In the entries below, find the string "options" and return each line holding it.

Dataset entries
════════════════════
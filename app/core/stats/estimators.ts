import normalQuantile from '@stdlib/stats-base-dists-normal-quantile';
import type { CentredSums, EstimatorCell } from '../cube/types.ts';

/**
 * Off-policy value estimates computed from cube sums alone (README.md, "What the audit checks": `estimate.preview`).
 * A row in cell (s, a) with logged propensity p has weight w = q/p, so within a cell
 *   Σw = q·ΣinvP, Σw² = q²·ΣinvP², Σwr = q·ΣrInvP, Σw²r = q²·ΣrInvP², Σ(wr)² = q²·Σr²InvP².
 */
export interface Estimate {
  readonly value: number;
  readonly se: number;
  /** Bounds of the two-sided 95% normal interval value ± z₀.₉₇₅·se. */
  readonly ciLow: number;
  readonly ciHigh: number;
}

/** Target probability of `action` in the segment `segmentKey` (the same key the cells carry). */
export type TargetProbability = (segmentKey: string, action: string) => number;

const Z_975 = normalQuantile(0.975, 0, 1);

/** 80% power at two-sided α = 0.05: z₀.₉₇₅ + z₀.₈ ≈ 1.96 + 0.84 (common practice). */
const MDD_MULTIPLIER = 2.8;

/** Tolerance for a target's probabilities in one segment summing to 1 (float noise of user tables). */
const SUM_TO_ONE_TOLERANCE = 1e-6;

function withInterval(value: number, se: number): Estimate {
  return { value, se, ciLow: value - Z_975 * se, ciHigh: value + Z_975 * se };
}

/** SE of the mean of n values from Σx and Σx² (sample sd with n − 1, over √n); round-off below 0 is clamped. */
function seOfMean(n: number, sum: number, sumSq: number): number {
  const variance = Math.max(0, (sumSq - (sum * sum) / n) / (n - 1));
  return Math.sqrt(variance / n);
}

function describe(cell: EstimatorCell, index: number): string {
  return `cell ${index} (segment ${JSON.stringify(cell.segmentKey)}, action ${JSON.stringify(cell.action)})`;
}

function checkCells(fn: string, cells: readonly EstimatorCell[]): number {
  let rows = 0;
  cells.forEach((cell, index) => {
    if (!(cell.q >= 0 && cell.q <= 1)) {
      throw new RangeError(`${fn}: ${describe(cell, index)}: q must be a probability in [0, 1], got ${cell.q}`);
    }
    if (!Number.isInteger(cell.n) || cell.n < 0) {
      throw new RangeError(`${fn}: ${describe(cell, index)}: n must be a non-negative integer, got ${cell.n}`);
    }
    const sums = [cell.sumInvP, cell.sumInvP2, cell.sumR, cell.sumR2, cell.sumRInvP, cell.sumRInvP2, cell.sumR2InvP2];
    if (!sums.every(Number.isFinite)) {
      throw new RangeError(`${fn}: ${describe(cell, index)}: every sum must be a finite number`);
    }
    // Each row has 1/p ≥ 1, so ΣinvP ≥ n; a smaller sum means the cell was not built from valid propensities.
    if ((!cell.preweighted && cell.sumInvP < cell.n * (1 - 1e-12)) || cell.sumInvP2 < 0 || cell.sumR2 < 0 || cell.sumR2InvP2 < 0) {
      throw new RangeError(`${fn}: ${describe(cell, index)}: sums are inconsistent with propensities in (0, 1]`);
    }
    rows += cell.n;
  });
  return rows;
}

/** Every cell's centred sums, when all cells carry them about one shift; otherwise null (the plain sums are used). */
function centredOf(cells: readonly EstimatorCell[]): { shift: number; sums: readonly CentredSums[] } | null {
  const sums: CentredSums[] = [];
  for (const c of cells) {
    if (!c.centred || c.preweighted) return null;
    sums.push(c.centred);
  }
  const shift = sums[0]?.shift ?? 0;
  if (!sums.every((x) => x.shift === shift) || !sums.every((x) => [x.sumD, x.sumD2, x.sumDInvP, x.sumDInvP2, x.sumD2InvP, x.sumD2InvP2].every(Number.isFinite))) return null;
  return { shift, sums };
}

/** The cells with their reward sums replaced by the centred ones (d = r − shift), Σd²/p included. */
function inCentredUnits(cells: readonly EstimatorCell[], sums: readonly CentredSums[]): EstimatorCell[] {
  return cells.map((c, i) => {
    const d = sums[i] as CentredSums;
    return { segmentKey: c.segmentKey, action: c.action, q: c.q, n: c.n, sumInvP: c.sumInvP, sumInvP2: c.sumInvP2, sumR: d.sumD, sumR2: d.sumD2, sumRInvP: d.sumDInvP, sumRInvP2: d.sumDInvP2, sumR2InvP2: d.sumD2InvP2, sumR2InvP: d.sumD2InvP };
  });
}

function checkRowCount(fn: string, n: number): void {
  if (!(n >= 2)) throw new RangeError(`${fn}: needs at least 2 rewarded rows to estimate a standard error, got ${n}`);
}

/**
 * Inverse propensity scoring: V̂ = (1/n)·Σ wᵢrᵢ over the n rewarded rows, SE = sample sd of wᵢrᵢ / √n.
 * `nTotal` counts every rewarded row of the log, so cells the target gives q = 0 may be left out.
 * With centred sums (d = r − c), wr = u + c·v with u = wd, v = w, and Σ(wr − V̂)² = S_uu + 2c·S_uv + c²·S_vv
 * (S the centred sums of squares and products), which does not cancel where w is constant and the reward's
 * mean is large against its spread (Chan, Golub & LeVeque 1983); IPS is not shift-invariant, so the c terms stay.
 * Source: Horvitz & Thompson (1952), JASA 47(260), estimator of a population total.
 */
export function ips(cells: readonly EstimatorCell[], nTotal: number): Estimate {
  const rows = checkCells('ips', cells);
  if (!Number.isInteger(nTotal)) throw new RangeError(`ips: nTotal must be an integer, got ${nTotal}`);
  checkRowCount('ips', nTotal);
  if (nTotal < rows) throw new RangeError(`ips: nTotal (${nTotal}) is smaller than the cells' row count (${rows})`);
  let sumWR = 0;
  let sumWR2 = 0;
  for (const c of cells) {
    sumWR += c.q * c.sumRInvP;
    sumWR2 += c.q * c.q * c.sumR2InvP2;
  }
  const centred = centredOf(cells);
  if (!centred) return withInterval(sumWR / nTotal, seOfMean(nTotal, sumWR, sumWR2));
  let su = 0, suu = 0, sv = 0, svv = 0, suv = 0;
  cells.forEach((c, i) => {
    const d = centred.sums[i] as CentredSums;
    su += c.q * d.sumDInvP;
    suu += c.q * c.q * d.sumD2InvP2;
    sv += c.q * c.sumInvP;
    svv += c.q * c.q * c.sumInvP2;
    suv += c.q * c.q * d.sumDInvP2;
  });
  const n = nTotal;
  const k = centred.shift;
  const ss = suu - (su * su) / n + 2 * k * (suv - (su * sv) / n) + k * k * (svv - (sv * sv) / n);
  return withInterval(sumWR / nTotal, Math.sqrt(Math.max(0, ss) / (n - 1) / n));
}

/**
 * Self-normalized IPS: V̂ = Σwr / Σw (with centred sums the residuals are formed over d = r − c). Delta-method variance of the ratio,
 * (1/n)·mean(w²(r − V̂)²)/mean(w)² = Σw²(r − V̂)² / (Σw)², where
 * Σw²(r − V̂)² = Σw²r² − 2V̂·Σw²r + V̂²·Σw² (so n cancels and q = 0 cells may be left out).
 * Source: Swaminathan & Joachims (2015), NeurIPS, "The self-normalized estimator for counterfactual
 * learning"; ratio-estimator variance as in Hesterberg (1995), Technometrics 37(2).
 */
export function snips(cells: readonly EstimatorCell[]): Estimate {
  const rows = checkCells('snips', cells);
  checkRowCount('snips', rows);
  let sumW = 0;
  let sumWR = 0;
  for (const c of cells) {
    sumW += c.q * c.sumInvP;
    sumWR += c.q * c.sumRInvP;
  }
  if (!(sumW > 0)) {
    throw new RangeError('snips: the target puts no probability on any logged (segment, action), so Σw = 0');
  }
  const value = sumWR / sumW;
  // the residuals r − V̂ = d − V̂_d are shift-invariant: formed from the centred sums where the cells have them
  const centred = centredOf(cells);
  const units = centred ? inCentredUnits(cells, centred.sums) : cells;
  let level = value;
  if (centred) {
    let sumWD = 0;
    for (const c of units) sumWD += c.q * c.sumRInvP;
    level = sumWD / sumW;
  }
  let sumSquaredResidual = 0;
  for (const c of units) {
    sumSquaredResidual += c.q * c.q * (c.sumR2InvP2 - 2 * level * c.sumRInvP2 + level * level * c.sumInvP2);
  }
  return withInterval(value, Math.sqrt(Math.max(0, sumSquaredResidual) / (sumW * sumW)));
}

/** How doublyRobust fits its reward model, stated in the report beside the estimate. */
export const DR_MODEL = 'leave-one-out segment × action mean rewards; cells with fewer than 2 rows use the action\'s mean over other segments';

/**
 * Doubly robust estimate with a leave-one-out segment × action mean-reward model:
 *   DRᵢ = D₋ᵢ(sᵢ) + wᵢ(rᵢ − r̂₋ᵢ(sᵢ, aᵢ)),  D₋ᵢ(s) = Σₐ π(a|s)·r̂₋ᵢ(s, a),
 * where r̂₋ᵢ(s, a) is the mean reward of the other logged rows of (s, a), so no row's correction uses a
 * model fitted on itself (cross-fitting in its leave-one-out form; Chernozhukov et al. 2018, Econometrics
 * Journal 21(1), C1–C68). A cell with fewer than 2 rows uses the action's mean over the other segments
 * (else the mean of every other row), fixed; an unlogged pair the action's mean, an unlogged action the log's.
 *
 * With δᵢ = rᵢ − r̂ (r̂ the full cell mean, n the cell's rows, q = π(a|s)): r̂₋ᵢ = r̂ − δᵢ/(n − 1), so
 *   DRᵢ = D(s) + (q/(n − 1))·δᵢ·(n/pᵢ − 1),
 * and the row sums follow from the cube's sums: Σδ/p = ΣrInvP − r̂ΣinvP, Σδ²/p² = Σr²InvP² − 2r̂ΣrInvP² + r̂²ΣinvP²,
 * Σδ² = Σr² − n r̂², and Σδ²/p = Σr²/p − 2r̂ΣrInvP + r̂²ΣinvP, with Σr²/p from the cube's centred Σd²/p (the SE is
 * formed over d = r − c, as DR is shift-equivariant), else ΣrInvP for a 0/1 reward (Σr² = Σr), else the bound
 * Σδ²/p ≥ Σδ² (p ≤ 1), which can only widen the interval.
 * V̂ = mean of DRᵢ; SE = sample sd of DRᵢ / √n. Every rewarded row contributes D(sᵢ), so the cells must
 * cover the whole log, q = 0 cells included, and `target` must give probabilities over all `actions`
 * that sum to 1 in every segment. With `partial`, they may sum to less (a policy restricted to some cells): the
 * estimate is then of E_π[r·1{(s, a) in those cells}], the same formula with the missing mass earning nothing.
 * Source: Dudík, Langford & Li (2011), ICML, "Doubly robust policy evaluation and learning", eq. (2).
 */
export function doublyRobust(
  cells: readonly EstimatorCell[],
  target: TargetProbability,
  actions: readonly string[],
  options: { readonly partial?: boolean } = {},
): Estimate {
  const partial = options.partial === true;
  // DR is shift-equivariant when Σ_a π(a|s) = 1, so its SE is then formed in centred units where the cells have
  // them; a partial policy's missing mass breaks the equivariance, so its SE stays on the plain sums
  const centred = partial ? null : centredOf(cells);
  const sums = drSums(cells, target, actions, partial, centred ? [inCentredUnits(cells, centred.sums)] : []);
  const plain = sums[0] as { value: number; se: number };
  return withInterval(plain.value, (sums[1] ?? plain).se);
}

interface DrCell {
  /** index of the cell's (segment, action) pair */
  readonly pair: number;
  /** index of the cell's segment in the direct-method values */
  readonly segment: number;
  /** index of the cell's action */
  readonly action: number;
}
════════════════════
- _Response to the exercise_:
  options: { readonly partial?: boolean } = {},
  const partial = options.partial === true;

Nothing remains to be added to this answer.